Arun Murthy is a busy fellow. When he’s not acting as architect at Hortonworks, the Hadoop company he founded, he’s flying around the world giving keynote addresses. This is quite a long ways from where he was 10 years ago, working on Hadoop inside Yahoo.
But then, the future is, typically, uncertain. That’s why we sat down with Murthy to talk about the future of Hadoop and Big Data processing as a whole.
What is the next big focus for Apache Hadoop as a whole?
I think if you look at the big picture, Hadoop started off as map/reduce and HDFS. Things have obviously changed a lot. We’ve had things like YARN for a while now, so map/reduce is no longer the be all end all. We also have Spark and Flink, and a better Hive, and on and on. The infrastructure side of the Hadoop space is alive and kicking.

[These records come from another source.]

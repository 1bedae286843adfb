import { View } from 'react-native';
import { Button } from '@/components/ui/Button';
import { HeroNumber } from '@/components/ui/HeroNumber';
import { KeyValueList } from '@/components/ui/KeyValueList';
import { Plate } from '@/components/ui/Plate';
import { Section } from '@/components/ui/Section';
import { Slot } from '@/components/ui/Slot';
import { Text } from '@/components/ui/Text';
import { space } from '@/components/ui/tokens';
import { VerdictGlyph } from '@/components/ui/VerdictGlyph';
import type { Aperture } from '@/shared/contracts/lots';
import { formatMeasured, formatMeasuredText } from '@/shared/units/format';
import { apertureLimits, readAperture } from './apertureReading';
import { kindChoices, nominalText } from './apertureWords';

export interface AperturePanelProps {
  aperture: Aperture;
  /** May take frames. */
  mayCapture: boolean;
  /** May change the record. */
  mayEdit: boolean;
}

/** One piece of a lot: its newest size in its gap, its record, and the way on. */
export function AperturePanel({ aperture, mayCapture, mayEdit }: AperturePanelProps) {
  const reading = readAperture(aperture);
  const { newest } = aperture;
  const text = newest && newest.sizeUm !== null ? formatMeasured(newest.sizeUm, newest.expandedUncertaintyUm) : null;
  return (
    <View style={{ gap: space.hair }}>
      <Plate>
        {text && newest ? (
          <>
            <HeroNumber value={text.value} uncertainty={text.uncertainty ?? undefined} unit="µm" maxSize={72} />
            <View style={{ flexDirection: 'row', alignItems: 'center', gap: space.m, marginTop: space.m }}>
              <VerdictGlyph verdict={reading.verdict} scale={1.15} />
              <Text variant="strong">{reading.words.charAt(0).toUpperCase() + reading.words.slice(1)}</Text>
            </View>
            {aperture.toleranceUm === null ? null : (
              <Slot
                {...apertureLimits(aperture)}
                value={newest.sizeUm}
                uncertainty={newest.expandedUncertaintyUm}
                nominal={aperture.nominalSizeUm}
                size="lg"
                decimals={aperture.toleranceUm < 1 ? 2 : 1}
                label={`${formatMeasuredText(newest.sizeUm, newest.expandedUncertaintyUm, 'µm')}, ${reading.words}`}
                style={{ marginTop: space.s }}
              />
            )}
          </>
        ) : (
          <View style={{ flexDirection: 'row', alignItems: 'center', gap: space.m }}>
            <VerdictGlyph verdict={reading.verdict} scale={1.15} />
            <Text variant="strong" style={{ flex: 1 }}>
              {newest === null ? 'Not measured yet' : reading.words.charAt(0).toUpperCase() + reading.words.slice(1)}
            </Text>
          </View>
        )}
      </Plate>
      {newest ? (
        <Button
          label="Open the measurement"
          icon="rings"
          trailing="fwd"
          href={`/measurements/${newest.measurementId}`}
        />
      ) : null}
      {mayCapture ? (
        <Button
          label={newest === null ? 'Take frames' : 'Take frames again'}
          kind={newest === null ? 'primary' : 'plain'}
          icon="capture"
          trailing="fwd"
          href={`/capture?aperture=${aperture.id}`}
        />
      ) : null}
      <Section title="Record">
        <KeyValueList
          entries={[
            ['Kind', kindChoices.find((choice) => choice.value === aperture.kind)?.label ?? aperture.kind],
            ['Nominal size', nominalText(aperture.nominalSizeUm, null)],
            [
              'Tolerance',
              aperture.toleranceUm === null ? 'none agreed' : `± ${nominalText(aperture.toleranceUm, null)}`,
            ],
            ['Lot', aperture.lotNumber],
            ...(aperture.note ? [['Note', aperture.note] as const] : []),
          ]}
        />
      </Section>
      {mayEdit ? (
        <Button
          label="Change the record"
          icon="note"
          kind="quiet"
          href={`/lots/${aperture.lotId}/apertures/${aperture.id}`}
        />
      ) : null}
    </View>
  );
}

The infrastructure side is alive and kicking. The idea always was to let a thousand flowers bloom, and that has happened. It’s not just the open-source communities that have done this, either. It’s also other sorts of vendors, like IBM, EMC and SAS. These guys are taking their product lines and making them Hadoop-compatible.
(Related: How to get started with Hadoop)
That’s really great. If you look at Hadoop, we’re coming now to the end of the first big wave of Hadoop. The first wave has been about establishing technologies and making sure enough of the gaps are filled well enough so you can build apps on top of pure data.
As they start to build newer and newer applications, we start going from post-transactions to pre-transaction. Predictive analytics has been around for a long time, but with Hadoop, you can do analytics with very fine granularity. You can make every customer feel special.
What people have realized as they build more and more of these apps, a lot of these new-generation apps are primarily driven by data. You can build apps that delight and inform the end customer, but every model app we’re going to build is also a data app.